FTSE 100 pension schemes offering DB benefits continue to fall - JLT

Only 19 FTSE 100 pension schemes are continuing to offer defined benefit pension schemes, as companies race to plug the £705bn liabilities black hole.

According to JLT Employee Benefits, blue chips are closing DB schemes to current and future employees due to rising pensions costs and “onerous pension regulations”.

In addition, total disclosed pension liabilities increased by 21 per cent from £584m to £705m in the last 12 months, as nine of the top 10 companies reduced their DB servicing costs significantly.

JLT Employee Benefits director, Charles Cowling said: “It is sad to see that we are now witnessing the final demise of DB pension schemes in the UK – at least in the private sector. They have simply become too expensive as an employee benefit.

“A typical final salary pension scheme now costs employers more than three times the cost of 30 years’ ago, largely as a result of increased longevity and changing market conditions.”

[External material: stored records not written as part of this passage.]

"""``headprep report``: write the subject's HTML quality report."""
from __future__ import annotations

import argparse

from ..errors import UsageError

HELP = "write the subject's HTML quality report"


def add_arguments(parser: argparse.ArgumentParser) -> None:
    parser.add_argument("--json", action="store_true", help="print one JSON document on stdout")


def run(args: argparse.Namespace, ctx) -> int:  # noqa: ANN001
    raise UsageError("'report' is not available in this version of the kit yet")
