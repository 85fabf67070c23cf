"""``headprep template``: place a standard electrode system on a scalp mesh by rule."""
from __future__ import annotations

import argparse

import numpy as np

from ..atomic import check_writable
from ..console import exit_status, format_findings
from ..errors import UsageError
from ..readers import read_sensors, read_surface

HELP = "place a standard electrode system on a scalp mesh by rule"
DESCRIPTION = """Place the 10-20, 10-10 or 10-5 positions on a subject's scalp by the standards'
percentage rules along arcs over the scalp, from the nasion and preauricular points
(the inion is estimated when the fiducial file has none). The mesh and the fiducials
must be in the same frame (the anatomy frame); the result is written in that frame."""


def add_arguments(parser: argparse.ArgumentParser) -> None:
    parser.add_argument("--system", default="10-10", help="10-20, 10-10 or 10-5 (default 10-10)")
    parser.add_argument("--scalp", required=True, metavar="MESH", help="scalp mesh (PLY, STL, OBJ, OFF, GIfTI...)")
    parser.add_argument("--fiducials", required=True, metavar="FILE",
                        help="electrode-style file holding nasion, LPA, RPA (and optionally inion)")
    parser.add_argument("--out", required=True, metavar="FILE",
                        help="output ending in electrodes.tsv, e.g. sub-01_electrodes.tsv "
                        "(its coordsystem.json is written beside it)")
    parser.add_argument("--template", default=None, metavar="NAME",
                        help="montage template plugin (default: the one offering the system)")
    parser.add_argument("--units", metavar="UNIT", help="length unit of the fiducial file, overriding it")
    parser.add_argument("--json", action="store_true", help="print one JSON document on stdout")


def _template(registry, name: str | None, system: str):  # noqa: ANN001, ANN202
    if name:
        return registry.get("montage_template", name)
    offering = [d for d in registry.descriptors("montage_template") if system in d.systems]
    if not offering:
        known = sorted({s for d in registry.descriptors("montage_template") for s in d.systems})
        raise UsageError(f"no montage template offers the system {system!r} (available: {', '.join(known) or 'none'})")
    if len(offering) > 1:
        raise UsageError(f"several montage templates offer {system!r}: "
                         f"{', '.join(d.name for d in offering)}; choose one with --template NAME")
    return offering[0]


def run(args: argparse.Namespace, ctx) -> int:  # noqa: ANN001
    reg = ctx.registry
    template = _template(reg, args.template, args.system)
    if args.system not in template.systems:
        raise UsageError(f"montage template '{template.name}' does not offer {args.system!r} "
                         f"(it offers {', '.join(template.systems)})")
    writer = next((w for w in reg.descriptors("sensor_writer")
                   if any(args.out.lower().endswith(s.lower()) for s in w.suffixes)), None)
    if writer is None:  # another name would be written, but not read back with its sidecar (units, frame)
        endings = sorted({s for w in reg.descriptors("sensor_writer") for s in w.suffixes})
        raise UsageError(f"--out {args.out}: the name must end in {' or '.join(map(repr, endings))}, so that "
                         "the file is read back with its sidecar (e.g. sub-01_electrodes.tsv)")
    check_writable(args.out)
    fids = read_sensors(reg, args.fiducials, units=args.units)
    missing = [k for k in ("nasion", "lpa", "rpa") if k not in fids.fiducials]
    if missing:
        raise UsageError(f"{args.fiducials}: no {', '.join(missing)} fiducial found "
                         "(label rows NAS/LPA/RPA or give a kind column)")
    scalp = read_surface(reg, args.scalp, "scalp")
    placed = reg.call(template, "place", scalp, dict(fids.fiducials), system=args.system,
                      step=f"montage template '{template.name}'")
    written = reg.call(writer, "write", placed, args.out, step=f"sensor writer '{writer.name}'")
    findings = list(placed.findings)
    centre = (placed.fiducials["lpa"] + placed.fiducials["rpa"]) / 2
    dist_mm = np.linalg.norm(placed.positions - centre, axis=1) * 1e3
    doc = {"system": args.system, "template": template.name, "n_positions": len(placed),
           "written": [str(p) for p in written], "frame": placed.frame,
           "distance_from_ear_midpoint_mm": {"min": float(dist_mm.min()), "max": float(dist_mm.max())},
           "fiducials_m": {k: v.tolist() for k, v in placed.fiducials.items()},
           "findings": [f.to_dict() for f in findings]}

    def human() -> str:
        lines = [f"placed {len(placed)} positions of the {args.system} system ({template.name})",
                 *(f"  wrote {p}" for p in written)]
        if findings:
            lines.append(format_findings(findings))
        return "\n".join(lines)

    ctx.emit(doc, human)
    return exit_status(findings)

Cowling added that a DB pension scheme may have cost an employer 10 per cent to 15 per cent in the 1980s, but would now cost an employer over 40 per cent of payroll, even before large deficit payments have been taken into account.

JLT’s research also found that 11 FTSE 100 companies had a disclosed pensions liabilities greater than their equity market value as of 31 March 2017, while International Airlines Group, BT and Sainsbury’s have pension liabilities almost double their equity market value.

“In previous cycles, it has been the smaller schemes that closed the door on future DB benefits for all their members. Now it is the last few massive DB schemes that are closing down”, Cowling added.

Tesco closed its DB scheme in 2016, while the Royal Mail and the Universities Superannuation Scheme also have plans to close all future DB benefits.

Cowling continued: “Employees in much poorer defined contribution schemes will cast a jealous eye on those lucky individuals still enjoying DB benefits, reflecting not only on how many employers have had to channel the large part of their pension spend on propping up expensive DB schemes, leaving little left for their DC schemes, but also reflecting on how an increasingly large part of their taxes is paying for public sector employees to continue to enjoy the expensive luxury of a gold-plated DB scheme.”